Exercise. Copy word for word the lines from the start of the records through the line that contains "a convective surface.", both included.

Stored data.
Segment Open

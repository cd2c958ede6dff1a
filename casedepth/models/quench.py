r"""Cooling through the part during the quench: quench media and transient conduction with a convective surface.

A quench is described by its Grossmann severity :math:`H = h / 2k` [1/in] (the trade's number) or by the
heat-transfer coefficient :math:`h` [W/m²K] it stands for. The part cools by conduction with constant
properties of austenite and a constant :math:`h` at its surface; for each depth below the surface the module
gives the cooling rate at 700 °C (the rate the hardness system of Maynier, Jungmann & Dollet (1978) reads)
and the time :math:`t_{8/5}` from 800 to 500 °C.

The temperatures are the analytic solutions of Carslaw & Jaeger (1959) for a plate quenched on both faces
(§3.11), a solid cylinder (§7.7) and a solid sphere (§9.6), as series of the Biot number's eigenvalues, and
for a thick section the convective-surface solution of the semi-infinite solid (§2.7). At early times, where
a series would need hundreds of terms, a short-time form takes over (see :func:`short_time_quench`).

================  ==================================================  =====================
shape             what is quenched                                    size
================  ==================================================  =====================
``plate``         both faces of a plate; or one face of a thick       thickness, or
                  section (semi-infinite)                             ``None``
``cylinder``      the outside of a solid round                        diameter
``sphere``        the outside of a ball                               diameter
``bore``          refused: how the inside of a hole cools depends on  —
                  the part's outside, which the geometry does not
                  give; quench the wall as a plate of its thickness
================  ==================================================  =====================
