class _PlotPage(QWidget):
    """One profile plot with its toolbar, the drawing window band, the aim line, lines and a caption."""

    def __init__(self, hrc_axis: bool, parent=None):
        super().__init__(parent)
        self.figure = Figure(figsize=(6, 4))
        # fixed margins: a layout engine would re-measure every text on every redraw
        self.figure.subplots_adjust(left=0.085, right=0.92, top=0.95, bottom=0.11)
        self.canvas = FigureCanvasQTAgg(self.figure)
        self.toolbar = NavigationToolbar2QT(self.canvas, self)
        layout = QVBoxLayout(self)
        layout.setContentsMargins(0, 0, 0, 0)
        layout.addWidget(self.toolbar)
        layout.addWidget(self.canvas, 1)
        # the key lives in Qt, not in the figure: drawing a legend costs a third of every redraw
        self.key = QLabel()
        self.key.setObjectName("plot_key")
        self.key.setWordWrap(True)
        layout.addWidget(self.key)
        ax = self.axes = self.figure.add_subplot()
        ax.grid(True, color="#dddddd", lw=0.6)
        self.band = ax.axvspan(0, 0, color=WINDOW, alpha=0.22, lw=0, label="drawing window")
        self.aim = ax.axvline(0, color=WINDOW, lw=1.2, label="aim")
        self.layer = ax.axvspan(0, 0, color=LAYER, alpha=0.8, lw=0)
        self.final, = ax.plot([], [], color=EARLIER, lw=1.2, ls="--")
        self.line, = ax.plot([], [], color=INK, lw=2.2)
        self.levels: list = []
        self.caption = ax.text(0.01, 0.985, "", transform=ax.transAxes, va="top", ha="left", fontsize=9,
                               bbox={"boxstyle": "round,pad=0.3", "fc": "white", "ec": "#cccccc", "alpha": 0.9})
        if hrc_axis:
            ax.secondary_yaxis("right", functions=(_hv_to_hrc, _hrc_to_hv)).set_ylabel("[HRC]")
        self._legend_key = None
        keep_margins(self.canvas, self.figure, 62, 52, 46, 12)

    def draw_panel(self, panel: Panel, view: ProfileView, units: DisplayUnits) -> None:
        ax = self.axes
        low, aim, high = (units.length(depth) for depth in view.targets)
        self.band.set_x(low)
        self.band.set_width(high - low)
        self.aim.set_xdata([aim, aim])
        self.aim.set_label(f"aim {aim:.{units.length_decimals}f} {units.length_unit}")
        ax.set_xlim(0, units.length(view.reach))
        ax.set_xlabel(f"depth below the surface [{units.length_unit}]")
        ax.set_ylabel(panel.quantity)
        self.line.set_data(units.length(panel.curve.depth), panel.curve.values)
        self.line.set_label(panel.curve.label)
        self.final.set_visible(panel.final is not None)
        if panel.final is not None:
            self.final.set_data(units.length(panel.final.depth), panel.final.values)
            self.final.set_label(panel.final.label)
        while len(self.levels) < len(panel.levels):
            self.levels.append(ax.axhline(0, lw=1.0))
        for artist, level in zip(self.levels, panel.levels):
            colour, style, width = LEVEL_STYLES[level.style]
            artist.set(ydata=[level.value] * 2, color=colour, linestyle=style, linewidth=width, label=level.label,
                       visible=True)
        for artist in self.levels[len(panel.levels):]:
            artist.set_visible(False)
        self.layer.set_visible(panel.band is not None)
        if panel.band is not None:
            self.layer.set_x(0.0)
            self.layer.set_width(units.length(panel.band[0]))
            self.layer.set_label(panel.band[1])
        ax.set_ylim(*panel.limits)
        self.caption.set_text(panel.caption)
        self.legend()
        self.canvas.draw_idle()

    def _handles(self):
        patches = [self.band] + ([self.layer] if self.layer.get_visible() else [])
        return [h for h in self.axes.get_lines() + patches if h.get_visible() and not h.get_label().startswith("_")]

    def legend(self) -> None:
        """Show the key under the plot (re-made only when its entries change)."""
        key = tuple((h.get_label(), _swatch(h)) for h in self._handles())
        if key != self._legend_key:
            self.key.setText("&nbsp;&nbsp;&nbsp;".join(f"{swatch}&nbsp;{label}" for label, swatch in key))
            self._legend_key = key

    def save(self, path: str, dpi: int = 200) -> None:
        """Save the figure with the key drawn into it as a legend (an exported picture stands alone)."""
        legend = self.axes.legend(handles=self._handles(), fontsize=8, loc="upper right", framealpha=0.9)
        try:
            self.figure.savefig(path, dpi=dpi)
        finally:
            legend.remove()


class _CyclePage(QSplitter):
    """Temperature and potential through the whole cycle, and the quote under it."""

    def __init__(self, parent=None):
        super().__init__(Qt.Vertical, parent)
        self.figure = Figure(figsize=(6, 3))
        self.figure.subplots_adjust(left=0.085, right=0.90, top=0.93, bottom=0.16)
        self.canvas = FigureCanvasQTAgg(self.figure)
        keep_margins(self.canvas, self.figure, 62, 62, 46, 28)
        top = QWidget()
        layout = QVBoxLayout(top)
        layout.setContentsMargins(0, 0, 0, 0)
        layout.addWidget(NavigationToolbar2QT(self.canvas, top))
        layout.addWidget(self.canvas)
        self.addWidget(top)
        self.axes = self.figure.add_subplot()
        self.potential_axes = self.axes.twinx()
        bottom = QWidget()
        table_layout = QVBoxLayout(bottom)
        table_layout.setContentsMargins(0, 0, 0, 0)
        self.table = QTableWidget(0, 3)
        self.table.setObjectName("quote_table")
        self.table.setHorizontalHeaderLabels(["Stage", "Hours", "Share"])
        self.table.horizontalHeader().setSectionResizeMode(QHeaderView.Stretch)
        self.table.verticalHeader().setVisible(False)
        self.table.setEditTriggers(QTableWidget.NoEditTriggers)
        table_layout.addWidget(self.table)
        self.total = QLabel()
        self.total.setObjectName("quote_total")
        table_layout.addWidget(self.total)
        self.addWidget(bottom)
        self.setSizes([320, 220])

    def show_outcome(self, outcome: Outcome, units: DisplayUnits) -> None:
        line = outcome.timeline()
        ax, pax = self.axes, self.potential_axes
        ax.clear()
        pax.clear()
        hours = line.times / 3600.0
        ax.plot(hours, [units.temperature(t) for t in line.temperatures], color=INK, lw=2.0, label="temperature")
        pax.plot(hours, line.potentials, color=THRESHOLD, lw=1.6, ls="--", label=line.potential_name)
        for i, (start, end, label) in enumerate(line.labels):
            if i % 2 == 0:
                ax.axvspan(start / 3600.0, end / 3600.0, color="#eef2f6", lw=0, zorder=0)
            if end - start > 0.04 * max(line.times[-1], 1.0):
                ax.text((start + end) / 7200.0, 0.02, label.split(" ")[0], transform=ax.get_xaxis_transform(),
                        ha="center", va="bottom", fontsize=7, color="#555", rotation=90)
        ax.set_xlabel("time in the cycle [h]")
        ax.set_ylabel(f"temperature [{units.temperature_unit}]")
        pax.yaxis.set_label_position("right")
        pax.yaxis.tick_right()
        pax.set_ylabel(line.potential_name, color=THRESHOLD)
        finite = np.isfinite(line.potentials)
        pax.set_ylim(0, max(line.potential_floor, float(np.nanmax(line.potentials)) * 1.15) if finite.any()
                     else line.potential_floor)
        ax.set_xlim(0, max(hours[-1], 0.1))
        ax.grid(True, color="#dddddd", lw=0.6)
        ax.set_title(f"The cycle: temperature (solid) and {line.potential_name.split(' [')[0]} (dashed)", fontsize=10)
        self.canvas.draw_idle()
        quote = outcome.quote
        self.table.setRowCount(len(quote.lines))
        for r, (label, h) in enumerate(quote.lines):
            for c, text in enumerate((label, f"{h:.2f}", f"{100 * h / quote.total_h:.0f} %" if quote.total_h else "")):
                item = QTableWidgetItem(text)
                if c:
                    item.setTextAlignment(Qt.AlignRight | Qt.AlignVCenter)
                self.table.setItem(r, c, item)
        money = f" {quote.currency}" if quote.currency else ""
        self.total.setText(f"<b>Whole cycle {quote.total_h:.2f} h</b> · {quote.cost_per_load:.2f}{money} per load · "
                           f"{quote.cost_per_part:.3f}{money} per part")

Segment Closed

Answer below.
repository cd2c958ede6dff1a
filename casedepth/models/quench.py
r"""Cooling through the part during the quench: quench media and transient conduction with a convective surface.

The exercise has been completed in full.